Viele Anekdoten, eine wertvolle Sexszene
Dominika Meindl in FALTER 12/2017 vom 24.03.2017 (S. 32)
So kurz und prägnant, wie Attwenger im Musikalischen sind, geht das oberösterreichische Slangpunk-Duo auch bei seinen literarischen Soloprojekten vor. Während sich Hans Peter Falkner dem Verfassen und Sammeln bodenständiger Lyrik widmet („890 gstanzln“), liebt Schlagzeuger und Textautor Markus Binder das Anekdotische, Episodenhafte, Assoziative. Sein Zugang ist ein recht praktischer: Er habe ein Buch wie „Teilzeitrevue“ vermisst und es sich deshalb selbst schreiben müssen.
Handlungsfanatiker werden mit dem Ergebnis nicht glücklich werden, Freunde des Sprachspiels und der kühnen Verbindung sehr wohl: Ein Paar fliegt nach Mexiko, en passant erzählt es sich – in fortwährend veränderten Perspektiven – vom Mord an 70 Millionen Südamerikanern unter den Konquistadoren („Gewaltexport der Firma Europa“), zitiert Ovid, macht einen Zieher durch die Clubszene einer Stadt und später Liebe (eine der raren literarisch wertvollen Sexszenen), beklagt die Tyrannei des westlichen Viervierteltakts, brilliert mit Randwissen sowie humanistischer Bildung und erstellt im Freibad eine gültige Phänomenologie des Schönlings.

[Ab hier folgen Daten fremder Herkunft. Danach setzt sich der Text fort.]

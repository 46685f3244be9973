"""The rules of a drive, to the letter: what can happen at an instant, and whether 1 ps can pass.

Every rule is a step of its own and as eager as the words that it comes from: an arrival puts a trip in hand, whether or
not it will be taken; a dead time ends at a moment of its own; and so on. Times are whole picoseconds, which is exact
for closed constraints.
"""

from collections.abc import Iterator
from itertools import product
from typing import NamedTuple

from judge.states import FREE, KEEP, OFF, ON, Group, Hand, Lock, Pin, Rest, Run, State, Wave
from seqcheck.drive import (
    RESET,
    After,
    AtOnce,
    Carrier,
    Drive,
    How,
    Interlock,
    Known,
    Move,
    Order,
    Step,
    Update,
    WaitStep,
    When,
    cell_text,
)
from seqcheck.hazards import Literal
from seqcheck.quantities import Interval

Pins = tuple[Pin, ...]
Waves = tuple[Wave, ...]
Step_ = tuple[str, State]
"""What happened, in words for people, and the state after it."""


class Pause(NamedTuple):
    """An item of a run: a wait, its upper bound with lateness (None: removed or never there)."""

    lo: int
    hi: int | None


Item = Pause | Group


class Reached(NamedTuple):
    """Where a run stands after skipping what needs no write: the item and its groups (none: the end), and the waits
    in between, summed (None: there was none)."""

    item: int
    groups: tuple[Group, ...]
    wait: Pause | None


def in_time(age: int, hi: int | None) -> bool:
    """Whether 1 ps may pass before something that must happen at age `hi` at the latest."""
    return hi is None or age < hi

Binder liefert seine Poetologie gleich mit. Dem Roman stehe das Album als „Patchwork aus Einzeltexten, ein Gewebe von Kontingenzen, eine nicht hierarchisierte, zerfaserte Form, ein Wirrwarr an Perspektiven“ gegenüber. Da ist es nur konsequent, dass er dem gedruckten Text die Digital-EP „Teilzeitrevuesongs“ mit zehn kurzen Songs beistellt. Um ein Äquivalent zum pluralistischen Wesen des Albums zu schaffen, arbeitet Binder im Buch mit Loops, Breaks, Rhythmen, Variationen, inhaltlich mit absurden Bandnamen und vielen Songtexten.
Ein wiederkehrendes Motiv sind Verhörer und Verleser – hermeneutische Fehlleistungen, die neue Sinneffekte erzeugen. Da liest einer „Volkszorn“ statt „Vollkorn“ oder „Christus ist von den Trotteln auferstanden“. Binders Prosasongs enthalten mitunter so schlichte wie fundamentale Weisheiten: „Die Paare genießen die Jahre. / Sollen sie genießen, bevor sie sich erschießen.“ So sei es.